Unpublished APIs or, How I Learned to Stop Worrying and Love the Bomb.


by Michael Moen

Sometimes you have some boring repetitive online task or you need to automate some or all of a workflow on a website. Scripting these interactions can prevent us from wasting tons of man hours on mundanely clicking through the same pages on a site.

A lot of us will reach for Mechanize right off the bat. Then you find that the UI for the site you're trying to automate a task for is JavaScript heavy or AJAXy. Now what do you use?

Phantomjs to the rescue. Phantomjs is a fast, easily scriptable, headless WebKit browser. When the job fails for whatever reason, you can snap a screenshot to review. For us this meant emailing it to an admin since the jobs are running on servers and not locally. We are also using Phantomjs.rb to handle the path and output from Phantomjs.

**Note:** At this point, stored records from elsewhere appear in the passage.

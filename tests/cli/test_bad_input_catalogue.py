"""The bad-input catalogue: every command and sub-command of fxledger is fed
malformed, truncated, oversized, wrong-unit, out-of-range, wrong-type and
hostile input (SQL-like text, control characters, very long names, invalid
UTF-8 in arguments and files). Each must end with one clear line on stderr
starting 'fxledger: error: ', a non-zero exit code below 128 (no crash), no
traceback, nothing on stdout, and the database file byte-for-byte unchanged.

Some hostile-looking text is valid input (a name with an apostrophe, SQL-like
text as a patient identifier): those cases check that the text is stored
exactly as given and the schema is intact. Some wrong-unit input cannot be
refused as input (a reading typed in pC for an nC detector is a number like
any other): those cases check that the result is flagged and never a pass.

The department is built once per class and each case runs on the same
digest-checked database file (restored from a copy if a case changed it),
so the whole catalogue stays fast. Every command named in 'fxledger --help'
and every sub-command named in '<command> --help' also gets the generic
hostile cases, so a command added later is covered from the day it lands.
Test data is invented."""
import hashlib
import json
import os
import re
import sqlite3
import subprocess
import tempfile
import unittest

import record_fixture as rf
from fxlcli import BIN, DATA, Fxl, copy_database, main

SQL = "x'); DROP TABLE measurements;--"
ESC = "Bad\x1b[2J\x1b[31mName"           # terminal control sequence
NL = "two\nlines"
BAD_UTF8 = "Bad\udcff\udcfeName"          # bytes 0xFF 0xFE: never valid UTF-8 (RFC 3629)
LONG = "N" * 100_000                      # a 100 kB name
NOW = rf.NOW
BEAM_DATA = os.path.join(DATA, "beams", "linac1_6x.json")
DICOM_PLAN = os.path.join(DATA, "dicom", "three_field.json")   # Patient ID TEST-0002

Here's a bit of code from what we are doing.

class InvitationAcceptor
  attr_accessor :invitation, :tmpdir

  def initialize(invitation)
    self.invitation = invitation
  end

  def accept!
    fail_image_path = false

    Dir.mktmpdir(invitation.id.to_s) do |tmpdir|
      self.tmpdir = tmpdir

      Phantomjs.inline(js) do |line|
        puts line
        fail_image_path = line.gsub('FAIL:', '').chomp if line.starts_with?('FAIL')
      end

      if fail_image_path
        Mailer.invitaion_failed(invitation, fail_image_path).deliver
      else
        invitation.invitation_accepted!
      end
    end
  end

  private

    def js
      fail_image = "#{tmpdir}/failed.png"

      <<-JS
        // https://github.com/ariya/phantomjs/blob/master/examples/waitfor.js
        function waitFor(testFx, onReady, timeOutMillis) {
          var maxtimeOutMillis = timeOutMillis ? timeOutMillis : 10000,
            start = new Date().getTime(),
            condition = false
          var interval = setInterval(function() {
            if ((new Date().getTime() - start < maxtimeOutMillis) && !condition) {
              condition = (typeof(testFx) === "string" ? eval(testFx) : testFx());
            } else {
              if (! condition) {
                fail()
              } else {
                console.log("'waitFor()' waited " + (new Date().getTime() - start) + "ms.");
                typeof(onReady) === "string" ? eval(onReady) : onReady();
                clearInterval(interval);
              }
            }
          }, 250);
        };

        var page = require('webpage').create(),
          testindex = 0,
          loadInProgress = false,
          tries = 0;

        // this is important for our app because the site we're automating tries to block automation.
        page.settings.userAgent = 'Mozilla/5.0 (Macintosh; Intel Mac OS X 10_9_2) AppleWebKit/537.36 (KHTML, like Gecko) Chrome/34.0.1847.116 Safari/537.36'

        var fail = function() {
          // send the fail message and image path to the Ruby script
          console.log("FAIL:#{fail_image}");
          // save the screenshot to the file system so it can be emailed
          page.render("#{fail_image}");
          phantom.exit()
        }

        page.onConsoleMessage = function(msg) {
          console.log(msg);
        };

        page.onLoadStarted = function() {
          loadInProgress = true;
          console.log("load started");
        };

        page.onLoadFinished = function(status) {
          loadInProgress = false;
          console.log("load finished");
        };

        var steps = [
          function() {
            console.log("Load Login Page");

            page.open("#{invitation.invitation_received.subject}")
          },
          function() {
            console.log("Verify the invitation is still valid");

            success = page.evaluate(function() {
              if (null == document.getElementById('hasSomeElement')) {
                return false;
              }

              return true;
            })

            if (! success) {
              fail();
            }

          },
          function() {
            console.log("Enter Credentials");

            page.evaluate(function() {
              document.getElementById('hasSomeElement').checked;
              document.getElementById('hasSomeElement').checked;
              document.getElementById('email').value = '#{invitation.email}';
              document.getElementById('password').value = '#{invitation.password}';
              document.getElementById('login').click();
            });
          },
          function() {
            console.log("Accepting the terms");

            page.evaluate(function() {
              document.getElementById('accept').click()
            });
          },
          function() {
            console.log("Waiting for the JS craziness to complete");

            waitFor(function() {
              return page.evaluate(function() {
                return document.getElementsByClassName('someExpectedContent').length != 0
              });
            }, function() {
              phantom.exit();
            });
          }
        ]

        interval = setInterval(function() {
          if (!loadInProgress && typeof steps[testindex] == "function") {
            steps[testindex]();
            // useful for debugging
            page.render("#{tmpdir}/step" + (testindex + 1) + ".png");
            testindex++;
          }
        }, 250);
      JS
    end

end

You can also inject scripts into the page, with injectJs or includeJs but I prefer to stick to what is already there or just use the basics to avoid any clashes with what may be in the page already.